Bulgaria completed the privatization of the electricity and telecommunications companies along with 2/3 of the state assets. Sectors that contribute most to GDP growth in Bulgaria are industry and services.
Agriculture is affected negatively by fragmentation of arable land due to the recovery process of the ownership of agricultural land. Fragmentation poses a significant barrier to long-term investments in agriculture, land improvements and efficient use of agricultural machinery.
Despite these obstacles, agriculture remains an important sector in the economy of Bulgaria because of its high productivity.
Territory of Bulgaria is divided into 264 municipalities and 28 districts. Municipalities are legal entities and have the right of ownership and independent municipal budgets. Mayors and municipal councils are elected through direct local elections every 4 years and be guided in their activities by laws and regulations. The municipal council is a body of local government, which sets policy for the development of the municipality. The municipal council is composed of directly elected councilors. Executive authority in the municipality is mayor.
The regions are administrative-territorial units for the implementation of regional policy of central government. Regional governance is carried out by governors and regional administrations. The regional governor is the sole executive power in the region, performing the government in the region and ensure compliance with national and local interests in the implementation of regional policy. The regional governor is appointed by the Council of Ministers.

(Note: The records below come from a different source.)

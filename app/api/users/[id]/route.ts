import { assertCan } from '@/lib/auth/permissions';
import { requireUser } from '@/lib/auth/session';
import { readJson, respond } from '@/lib/define-action';
import { NotFoundError } from '@/lib/errors';
import { updateUser } from '@/lib/users/commands';
import { getUser } from '@/lib/users/queries';

function parseId(raw: string): number {
  const id = Number(raw);
  if (!/^\d+$/.test(raw) || !Number.isSafeInteger(id) || id <= 0) throw new NotFoundError('The user');
  return id;
}

export async function GET(_request: Request, { params }: RouteContext<'/api/users/[id]'>) {
  return respond(async () => {
    const user = await requireUser();
    assertCan(user, 'users.manage');
    const found = await getUser(parseId((await params).id));
    if (!found) throw new NotFoundError('The user');
    return found;
  });
}

/** One change per request: `{ action: 'change_role' | 'deactivate' | 'reactivate' | 'reset_password' | 'unlock', version, … }`. */
export async function PATCH(request: Request, { params }: RouteContext<'/api/users/[id]'>) {
  return respond(async () => {
    const user = await requireUser();
    return updateUser(user, parseId((await params).id), await readJson(request));
  });
}
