import Link from 'next/link';
import { DeviationStatusBadge } from '@/components/deviations/detail-badges';
import type { DeviationRowDto } from '@/lib/deviations/queries';

/*
 * The batch's deviations beside the complaint: those on the same lot, the same filler and the same
 * filling ring, newest first, so the investigator sees at once whether the plant already knew.
 */

function List({ title, rows, empty }: { title: string; rows: DeviationRowDto[]; empty: string }) {
  return (
    <section className="min-w-0 rounded-md border border-ink-200 p-3">
      <h4 className="font-semibold">{title}</h4>
      {rows.length === 0 ? (
        <p className="mt-1 text-sm text-ink-600">{empty}</p>
      ) : (
        <ul className="mt-2 flex flex-col gap-2 text-sm">
          {rows.map((d) => (
            <li key={d.id} className="flex flex-col gap-1">
              <Link href={`/deviations/${d.id}`} className="font-semibold underline underline-offset-4">
                {d.number ?? `#${d.id}`}
              </Link>
              <span>{d.title}</span>
              <span className="flex flex-wrap items-center gap-2 text-ink-600">
                <DeviationStatusBadge status={d.status} />
                {d.defect ?? 'no defect named'} · {d.raisedAt.slice(0, 10)}
                {d.lot ? ` · ${d.lot}` : ''}
              </span>
            </li>
          ))}
        </ul>
      )}
    </section>
  );
}

export function BatchDeviations({
  lists,
  lot,
  machine,
  ring,
}: {
  lists: { sameLot: DeviationRowDto[]; sameMachine: DeviationRowDto[]; sameRing: DeviationRowDto[] };
  lot: string;
  machine: string | null;
  ring: string | null;
}) {
  return (
    <div className="grid grid-cols-1 gap-3 lg:grid-cols-3" data-testid="batch-deviations">
      <List title={`Lot ${lot}`} rows={lists.sameLot} empty="No deviation on this lot." />
      <List title={machine ? `Filler ${machine}` : 'Filler'} rows={lists.sameMachine} empty={machine ? 'No deviation on this filler.' : 'The batch record names no filler.'} />
      <List title={ring ? `Ring ${ring}` : 'Filling ring'} rows={lists.sameRing} empty={ring ? 'No deviation on this ring.' : 'The batch record names no ring.'} />
    </div>
  );
}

4Bulgarian regions and territorial structure
Historical context Bulgaria's history dates back 3000 years ago. The Bulgarian state was founded in 681 AD, when Slavs and Proto are united under the scepter of Khan Asparuh.
Passage of the Bulgarians to Christianity in 865 AD joined Bulgaria to the Christian civilization. The creation of the Cyrillic alphabet in the second half of the ninth century, during an age when previously only Latin and Greek alphabets were used for writing, gives a strong impetus to the cultural development of the country. Unfortunately in 1396 Bulgaria fell under Ottoman occupation, which lasted nearly 500 years. Liberation War (Russo-Turkish War) regained the independence of Bulgaria in 1878. In 1879 the Constituent Assembly taking your first Constitution of Bulgaria, which is one of the most democratic constitutions of the day. In the early twentieth century Bulgaria was involved in the Balkan wars of the early twentieth century - the First Balkan War (1912), and the Second Balkan War (1913), a disastrous ending. In the summer of 1915, Bulgaria entered the First World War on the side of the central forces and signed an armistice with the Franco-British force on 29 September 1918.

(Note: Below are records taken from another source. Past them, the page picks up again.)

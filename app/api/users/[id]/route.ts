import { requireUser } from '@/lib/auth/session';
import { assertCan } from '@/lib/auth/permissions';
import { NotFoundError } from '@/lib/errors';
import { updateUser } from '@/lib/users/commands';
import { getUser } from '@/lib/users/queries';
import { errorResponse, parseId, readJson } from '@/lib/users/results';

export async function GET(_request: Request, { params }: RouteContext<'/api/users/[id]'>) {
  try {
    const user = await requireUser();
    assertCan(user, 'users.manage');
    const found = await getUser(parseId((await params).id, 'The user'));
    if (!found) throw new NotFoundError('The user');
    return Response.json(found, { headers: { 'Cache-Control': 'no-store' } });
  } catch (err) {
    return errorResponse(err);
  }
}

/** One change per request: `{ action: 'change_role' | 'deactivate' | 'reactivate' | 'reset_password' | 'unlock', version, … }`. */
export async function PATCH(request: Request, { params }: RouteContext<'/api/users/[id]'>) {
  try {
    const user = await requireUser();
    const id = parseId((await params).id, 'The user');
    return Response.json(await updateUser(user, id, await readJson(request)));
  } catch (err) {
    return errorResponse(err);
  }
}
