import { RecordTimeline, type RecordTimelineProps, type TimelineVocabulary } from '@/components/records/record-timeline';
import { complainantKindLabels, complaintEventLabels, complaintStateLabels, intakeChannelLabels, reportKindLabels } from '@/lib/complaints/labels';

/* The complaint's timeline: the shared record timeline in the complaint's words. */

const fieldLabels: Record<string, string> = {
  status: 'Status',
  number: 'Number',
  receivedOn: 'Received',
  channel: 'Received by',
  complainantName: 'Complainant',
  complainantContact: 'Contact',
  complainantKind: 'Complainant kind',
  productId: 'Product',
  batchId: 'Batch',
  lotAsReported: 'Lot as reported',
  lotUnknown: 'Lot not in the batch records',
  description: 'What they found',
  unitsAffected: 'Units affected',
  personHarmed: 'Person harmed',
  harmDescription: 'How they were harmed',
  samplesReturning: 'Samples returning',
  category: 'Category',
  defectId: 'Defect',
  adverseEvent: 'Adverse event',
  seriousAdverseEvent: 'Serious',
  reportable: 'Reportable',
  reportKind: 'Report',
  reportDueOn: 'Report due',
  reportSubmittedAt: 'Report submitted',
  assessmentRationale: 'Rationale',
  reportabilityDecidedAt: 'Decision signed',
  reportabilityDecidedBy: 'Decision signed by',
  investigationSkipReason: 'Why no investigation',
  retainedSamplesChecked: 'Retained samples checked',
  retainedSamplesNote: 'Retained samples',
  investigationSummary: 'Investigation summary',
  responseText: 'Letter',
  responseChannel: 'Sent by',
  responseSentText: 'Letter as sent',
  responseSentAt: 'Answer sent',
  responseSentBy: 'Sent by',
  reopenReason: 'Why reopened',
  ownerId: 'Owner',
  dueAt: 'Due',
  closedAt: 'Closed',
  signature: 'Signature',
  'linked deviation': 'Linked deviation',
  'linked capa': 'Linked CAPA',
  'raised CAPA': 'Raised CAPA',
};

const actionLabels: Record<string, string> = {
  ...complaintEventLabels,
  create: 'Complaint received',
  record_assessment: 'Assessment recorded',
  record_investigation: 'Investigation recorded',
  link_deviation: 'Deviation linked',
  link_capa: 'CAPA linked',
  raise_capa: 'CAPA raised',
  write_response: 'Letter saved',
  send_response: 'Answer sent',
  record_report_submitted: 'Report submitted',
  signed: 'Signed',
};

const vocabulary: TimelineVocabulary = {
  fieldLabels,
  actionLabels,
  extraUserIdFields: ['reportabilityDecidedBy', 'responseSentBy'],
  formatValue(field, value) {
    if (typeof value === 'boolean' && field !== 'status') return value ? 'Yes' : 'No';
    if (typeof value !== 'string') return undefined;
    if (field === 'status') return complaintStateLabels[value as keyof typeof complaintStateLabels];
    if (field === 'channel') return intakeChannelLabels[value as keyof typeof intakeChannelLabels];
    if (field === 'complainantKind') return complainantKindLabels[value as keyof typeof complainantKindLabels];
    if (field === 'reportKind') return reportKindLabels[value as keyof typeof reportKindLabels];
    if (field === 'responseChannel') return value === 'email' ? 'E-mail' : 'Post';
    return undefined;
  },
};

export function ComplaintTimeline(props: RecordTimelineProps) {
  return <RecordTimeline {...props} vocabulary={vocabulary} />;
}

The peace treaty with Bulgaria was signed on November 27 1919. in Neuilly-sur-Seine.
Bulgaria loses much of its territory. Between the two world wars, Bulgaria was ruled by a series of short-lived governments. After the outbreak of WWII, Boris III of Bulgaria declares neutrality. However, Bulgaria is under pressure to join the Bulgarian army and began to participate in military operations. Of particular concern is that the Bulgarian government managed to keep the Jews living in Bulgaria, as a result of which were rescued from the Holocaust.
Communist Bulgaria After the Second World War the Bulgarian Communist Party became the leading political force in the country. Under Soviet leadership, destroyed the remnants of the old system, and in 1947 was imposed one-party system. From 1954 to 1989, Todor Zhivkov, Chairman of the State Council, dominated political life, becoming the longest leader stayed in power. Policy is directly linked with that of the Soviet Union, industry was nationalized and agriculture collectivised. During the socialist period in Bulgaria, lasting from the end of World War II to 1989, farmland in general collectivised. In urban areas, private property continues throughout the socialist period, except for older buildings which have been confiscated or expropriated by the state. During the socialist period of many apartment blocks were built by municipalities, public institutions or public companies, which have been offered individuals, families and staff of relevant organizations of low-rent apartments. Unlike other Eastern European countries in the communist bloc, there was no Soviet troops in Bulgaria. The Communist Party has tried to modernize the economy of Bulgaria, and has achieved some success with industrialization, thanks not least the participation of Bulgaria into the Union Council for Mutual Economic Assistance, which gives Bulgaria a captive market of transport and IT products in Eastern Europe. But the 1980's, as elsewhere in Eastern Europe, the economy is sluggish and the system began to disintegrate.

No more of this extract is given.